Problem requirements: Set down word for word the lines that begin the entries and run through the line containing "export class ProfileDialog". Give nothing further.

Data:
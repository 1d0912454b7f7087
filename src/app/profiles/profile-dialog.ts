import { HttpErrorResponse } from '@angular/common/http';
import { ChangeDetectionStrategy, Component, inject, signal } from '@angular/core';
import { FormControl, ReactiveFormsModule, Validators } from '@angular/forms';
import { MatButtonModule } from '@angular/material/button';
import { MatCheckboxModule } from '@angular/material/checkbox';
import { MAT_DIALOG_DATA, MatDialogModule, MatDialogRef } from '@angular/material/dialog';
import { MatFormFieldModule } from '@angular/material/form-field';
import { MatInputModule } from '@angular/material/input';
import { MatSelectModule } from '@angular/material/select';

import type { ProfileDto } from '@shared/api';
import { type AnalysisProfile, parseProfile } from '@shared/analysis';
import { apiErrorMessage } from '../api/api-error-message';
import { FIELD_MEANINGS, NUMBER_FIELDS, SPACE_LIKE_SEPARATION_WORDS } from '@shared/format/profile-field-labels';
import { CHECK_FAMILY_OPTIONS } from './check-family-options';
import { GENERAL_FIELDS } from './general-attack-form';
import { profileForm, profileParameters } from './profile-form';
import { ProfilesApi } from './profiles-api';

/** What the dialog edits: a new version of `profile`, or a new profile when there is none. */
export interface ProfileDialogData {
  profile: ProfileDto | null;
}

/** The defaults of every field: the engine's profile of `{}`. */
function defaultProfile(): AnalysisProfile {
  const parsed = parseProfile({});
  if (!parsed.ok) throw new Error(parsed.message);
  return parsed.profile;
}

/** The admin's form for a new profile or a new version of one; every field explained and validated. */
@Component({
  selector: 'bk-profile-dialog',
  imports: [MatButtonModule, MatCheckboxModule, MatDialogModule, MatFormFieldModule, MatInputModule, MatSelectModule, ReactiveFormsModule],
  templateUrl: './profile-dialog.html',
  styleUrl: './profile-dialog.scss',
  changeDetection: ChangeDetectionStrategy.OnPush,
})
export class ProfileDialog {
  private readonly profilesApi = inject(ProfilesApi);
  private readonly dialogRef = inject<MatDialogRef<ProfileDialog, ProfileDto>>(MatDialogRef);

  protected readonly profile = inject<ProfileDialogData>(MAT_DIALOG_DATA).profile;
  protected readonly meanings = FIELD_MEANINGS;
  protected readonly textFields = [...GENERAL_FIELDS, ...NUMBER_FIELDS];
  protected readonly checkFamilies = CHECK_FAMILY_OPTIONS;
  protected readonly spaceLikeWords = SPACE_LIKE_SEPARATION_WORDS;
  protected readonly form = profileForm((this.profile?.versions[0]?.parameters as AnalysisProfile | undefined) ?? defaultProfile());
  protected readonly name = new FormControl('', { nonNullable: true, validators: [Validators.required, Validators.maxLength(120)] });
  protected readonly description = new FormControl('', { nonNullable: true, validators: [Validators.maxLength(2000)] });
  protected readonly saving = signal(false);
  protected readonly failure = signal('');

  protected save(): void {
    const naming = this.profile === null ? [this.name, this.description] : [];
    if (this.form.invalid || naming.some((control) => control.invalid)) {
      this.form.markAllAsTouched();
      naming.forEach((control) => control.markAsTouched());
      return;
    }
    const parameters = profileParameters(this.form);
    const parsed = parseProfile(parameters);
    if (!parsed.ok) {
      this.failure.set(parsed.message);
      return;
    }
    const note = this.form.controls.note.value.trim() || undefined;
    const request =
      this.profile === null
        ? this.profilesApi.create({ name: this.name.value.trim(), description: this.description.value.trim() || undefined, parameters, note })
        : this.profilesApi.addVersion(this.profile.id, { parameters, note });
    this.saving.set(true);
    this.failure.set('');
    request.subscribe({
      next: (saved) => this.dialogRef.close(saved),
      error: (error: unknown) => {
        this.saving.set(false);
        const field = error instanceof HttpErrorResponse ? (error.error as { error?: { field?: string } } | null)?.error?.field : undefined;
        this.failure.set(field ? `${apiErrorMessage(error)} (field ${field})` : apiErrorMessage(error));
      },
    });
  }
}
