import { DatePipe } from '@angular/common';
import { ChangeDetectionStrategy, Component, computed, inject, signal } from '@angular/core';
import { toObservable, toSignal } from '@angular/core/rxjs-interop';
import { MatButtonModule } from '@angular/material/button';
import { MatDialog } from '@angular/material/dialog';
import { MatIconModule } from '@angular/material/icon';
import { MatProgressBarModule } from '@angular/material/progress-bar';
import { MatSnackBar } from '@angular/material/snack-bar';
import { filter, switchMap } from 'rxjs';

import type { ProfileDto, ProfileVersionDto } from '@shared/api';
import type { AnalysisProfile } from '@shared/analysis';
import { loaded } from '../api/loaded';
import { Session } from '../auth/session';
import { ProfileDialog, type ProfileDialogData } from './profile-dialog';
import { describeProfile } from './profile-fields';
import { ProfilesApi } from './profiles-api';

/** The acceptance profiles with their versions; each version readable as it was; admins add versions. */
@Component({
  selector: 'bk-profile-list',
  imports: [DatePipe, MatButtonModule, MatIconModule, MatProgressBarModule],
  templateUrl: './profile-list.html',
  styleUrl: './profile-list.scss',
  changeDetection: ChangeDetectionStrategy.OnPush,
})
export class ProfileList {
  private readonly profilesApi = inject(ProfilesApi);
  private readonly dialog = inject(MatDialog);
  private readonly snackBar = inject(MatSnackBar);
  private readonly reload = signal(0);

  protected readonly isAdmin = inject(Session).hasAnyRole(['admin']);
  protected readonly profiles = toSignal(toObservable(this.reload).pipe(switchMap(() => loaded(this.profilesApi.list()))), {
    initialValue: { status: 'loading' },
  });
  protected readonly list = computed(() => {
    const profiles = this.profiles();
    return profiles.status === 'ready' ? profiles.value : [];
  });
  /** The version shown in full, per profile id (the latest unless another was picked). */
  private readonly picked = signal<Record<number, number>>({});

  protected shownVersion(profile: ProfileDto): ProfileVersionDto | undefined {
    const id = this.picked()[profile.id] ?? profile.latestVersionId;
    return profile.versions.find((version) => version.id === id);
  }

  protected showVersion(profile: ProfileDto, version: ProfileVersionDto): void {
    this.picked.update((picked) => ({ ...picked, [profile.id]: version.id }));
  }

  protected describe(version: ProfileVersionDto): ReturnType<typeof describeProfile> {
    return describeProfile(version.parameters as AnalysisProfile);
  }

  protected retry(): void {
    this.reload.update((attempt) => attempt + 1);
  }

  protected openEditor(profile: ProfileDto | null): void {
    this.dialog
      .open<ProfileDialog, ProfileDialogData, ProfileDto>(ProfileDialog, { data: { profile }, width: '760px', maxWidth: '96vw', autoFocus: 'first-tabbable' })
      .afterClosed()
      .pipe(filter((saved) => saved !== undefined))
      .subscribe((saved) => {
        this.picked.update((picked) => ({ ...picked, [saved.id]: saved.latestVersionId }));
        this.retry();
        this.snackBar.open(`${saved.name} version ${saved.versions[0]?.version} saved.`, undefined, { duration: 4000 });
      });
  }
}
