def ends_on_axes(a: np.ndarray, b: np.ndarray, u: np.ndarray, L: np.ndarray):
    """For the axis of every conductor i (start a, unit direction u, length L, m) and each end e of every conductor
    j (ends a, b): the distance along i of the axis point nearest that end (clipped to the conductor), the point,
    and the end's distance to it, m; shapes (M, M, 2), (M, M, 2, 3), (M, M, 2)."""
    ends = np.stack([a, b], axis=1)                                      # (M, 2, 3)
    rel = ends[None, :, :, :] - a[:, None, None, :]                      # end e of j relative to a_i
    along = np.clip(np.einsum("ijek,ik->ije", rel, u), 0, L[:, None, None])
    foot = a[:, None, None, :] + along[..., None] * u[:, None, None, :]
    return along, foot, np.linalg.norm(ends[None] - foot, axis=3)


def snap_ends(c: Conductors) -> tuple[Conductors, list[str]]:
    """Ends that lie within the two radii of another (not parallel) conductor's axis but not on it, moved onto
    it (the nearest such point): a conductor that overshoots another by a fraction of its diameter, or stops
    just short of it, touches it, and the cut there leaves no sliver. Moves are at most the sum of the radii;
    returns the conductors and a note listing what moved."""
    a, b = c.start, c.end
    d = b - a
    L = np.linalg.norm(d, axis=1)
    u = d / L[:, None]
    _, foot, dist = ends_on_axes(a, b, u, L)
    foot, dist = np.transpose(foot, (1, 2, 0, 3)), np.transpose(dist, (1, 2, 0))   # [i, e, j]: end e of i on j
    parallel = np.abs(np.einsum("ik,jk->ij", u, u)) > 1 - 1e-9
    reach = c.radius[:, None] + c.radius[None, :]
    near = (dist > NODE_TOLERANCE) & (dist <= reach[:, None, :]) & ~parallel[:, None, :]
    near[np.arange(len(L)), :, np.arange(len(L))] = False
    if not near.any():
        return c, []
    start, end = a.copy(), b.copy()
    moved = []
    for i, e in zip(*np.nonzero(near.any(axis=2))):
        j = int(np.argmin(np.where(near[i, e], dist[i, e], np.inf)))
        (start if e == 0 else end)[i] = foot[i, e, j]
        moved.append((c.keys[i], c.keys[j], float(dist[i, e, j])))
    keep = np.linalg.norm(end - start, axis=1) > NODE_TOLERANCE
    if not keep.all():
        start, end = np.where(keep[:, None], start, a), np.where(keep[:, None], end, b)
    listed = "; ".join(f"{ki} to {kj} ({g * 1000:.2f} mm)" for ki, kj, g in moved[:4])
    note = (f"{len(moved)} conductor end{'s' if len(moved) > 1 else ''} within the radii of another conductor moved "
            f"onto it, so that they touch and leave no piece thinner than the wire ({listed}"
            f"{' ...' if len(moved) > 4 else ''})")
    return Conductors(start, end, c.radius, c.keys, c.is_rod, c.group), [note]


def close_parallel_pairs(c: Conductors) -> list[tuple[int, int, float]]:
    """Parallel conductors that run side by side closer than the sum of their radii (their metal
    overlaps), as (i, j, gap in m). The thin-wire model treats them as two separate wires."""
    a, b = c.start, c.end
    L = c.length
    u = (b - a) / L[:, None]
    dot = np.abs(u @ u.T)
    w = a[None, :, :] - a[:, None, :]                        # a_j − a_i
    along = np.einsum("ijk,ik->ij", w, u)
    perp = np.linalg.norm(w - along[..., None] * u[:, None, :], axis=2)
    tj = along + np.einsum("ijk,ik->ij", (b - a)[None, :, :], u)      # b_j along u_i
    lo, hi = np.minimum(along, tj), np.maximum(along, tj)
    overlap = np.minimum(hi, L[:, None]) - np.maximum(lo, 0.0)
    close = (dot > 1 - 1e-9) & (perp > NODE_TOLERANCE) & (perp < c.radius[:, None] + c.radius[None, :]) & \
        (overlap > 1e-3)
    i, j = np.nonzero(np.triu(close, 1))
    return [(int(p), int(q), float(perp[p, q])) for p, q in zip(i, j)]


def bonded_groups(touching: np.ndarray) -> np.ndarray:
    """Label of the galvanically connected group of each conductor."""
    from scipy.sparse import csr_matrix
    from scipy.sparse.csgraph import connected_components

    _, labels = connected_components(csr_matrix(touching), directed=False)
    return labels


#: Most segments a discretisation may make (estimated from the raw numbers before anything is built).
MAX_SEGMENTS = 2_000_000


def _estimate_size(case: Case) -> None:
    """Refuse, from the case's numbers alone, a layout that would make too many conductors or segments."""
    systems = [case.electrodes] + list(case.separate_electrodes)
    lines = sum(g.meshes[0] + g.meshes[1] + 2 for e in systems for g in e.grids) + \
        sum(len(e.conductors) + len(e.rods) for e in systems)
    if lines > MAX_CONDUCTORS:
        raise ModelTooLargeError(
            f"{case.source}: the electrodes make {lines:,} straight conductors (grid lines, conductors and rods), "
            f"more than {MAX_CONDUCTORS:,}; check the grids' meshes (a mesh count, not a spacing in mm?)")
    h = case.discretization.max_segment
    length = sum(g.size[0] * (g.meshes[1] + 1) + g.size[1] * (g.meshes[0] + 1) for e in systems for g in e.grids) + \
        sum(math.dist(c.start, c.end) for e in systems for c in e.conductors) + \
        sum(r.length for e in systems for r in e.rods)
    estimate = length / h + 2 * lines
    if estimate > MAX_SEGMENTS:
        raise ModelTooLargeError(
            f"{case.source}: discretization.max_segment = {h:g} m would cut {length:,.0f} m of electrode into about "
            f"{estimate:,.0f} segments (at most {MAX_SEGMENTS:,}); use max_segment of at least "
            f"{length / MAX_SEGMENTS:.2g} m")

Result:
repository 1d0912454b7f7087
filename src/app/profiles/profile-dialog.ts
import { HttpErrorResponse } from '@angular/common/http';
import { ChangeDetectionStrategy, Component, inject, signal } from '@angular/core';
import { FormControl, ReactiveFormsModule, Validators } from '@angular/forms';
import { MatButtonModule } from '@angular/material/button';
import { MatCheckboxModule } from '@angular/material/checkbox';
import { MAT_DIALOG_DATA, MatDialogModule, MatDialogRef } from '@angular/material/dialog';
import { MatFormFieldModule } from '@angular/material/form-field';
import { MatInputModule } from '@angular/material/input';
import { MatSelectModule } from '@angular/material/select';

import type { ProfileDto } from '@shared/api';
import { type AnalysisProfile, parseProfile } from '@shared/analysis';
import { apiErrorMessage } from '../api/api-error-message';
import { FIELD_MEANINGS, NUMBER_FIELDS, SPACE_LIKE_SEPARATION_WORDS } from '@shared/format/profile-field-labels';
import { CHECK_FAMILY_OPTIONS } from './check-family-options';
import { GENERAL_FIELDS } from './general-attack-form';
import { profileForm, profileParameters } from './profile-form';
import { ProfilesApi } from './profiles-api';

/** What the dialog edits: a new version of `profile`, or a new profile when there is none. */
export interface ProfileDialogData {
  profile: ProfileDto | null;
}

/** The defaults of every field: the engine's profile of `{}`. */
function defaultProfile(): AnalysisProfile {
  const parsed = parseProfile({});
  if (!parsed.ok) throw new Error(parsed.message);
  return parsed.profile;
}

/** The admin's form for a new profile or a new version of one; every field explained and validated. */
@Component({
  selector: 'bk-profile-dialog',
  imports: [MatButtonModule, MatCheckboxModule, MatDialogModule, MatFormFieldModule, MatInputModule, MatSelectModule, ReactiveFormsModule],
  templateUrl: './profile-dialog.html',
  styleUrl: './profile-dialog.scss',
  changeDetection: ChangeDetectionStrategy.OnPush,
})
export class ProfileDialog {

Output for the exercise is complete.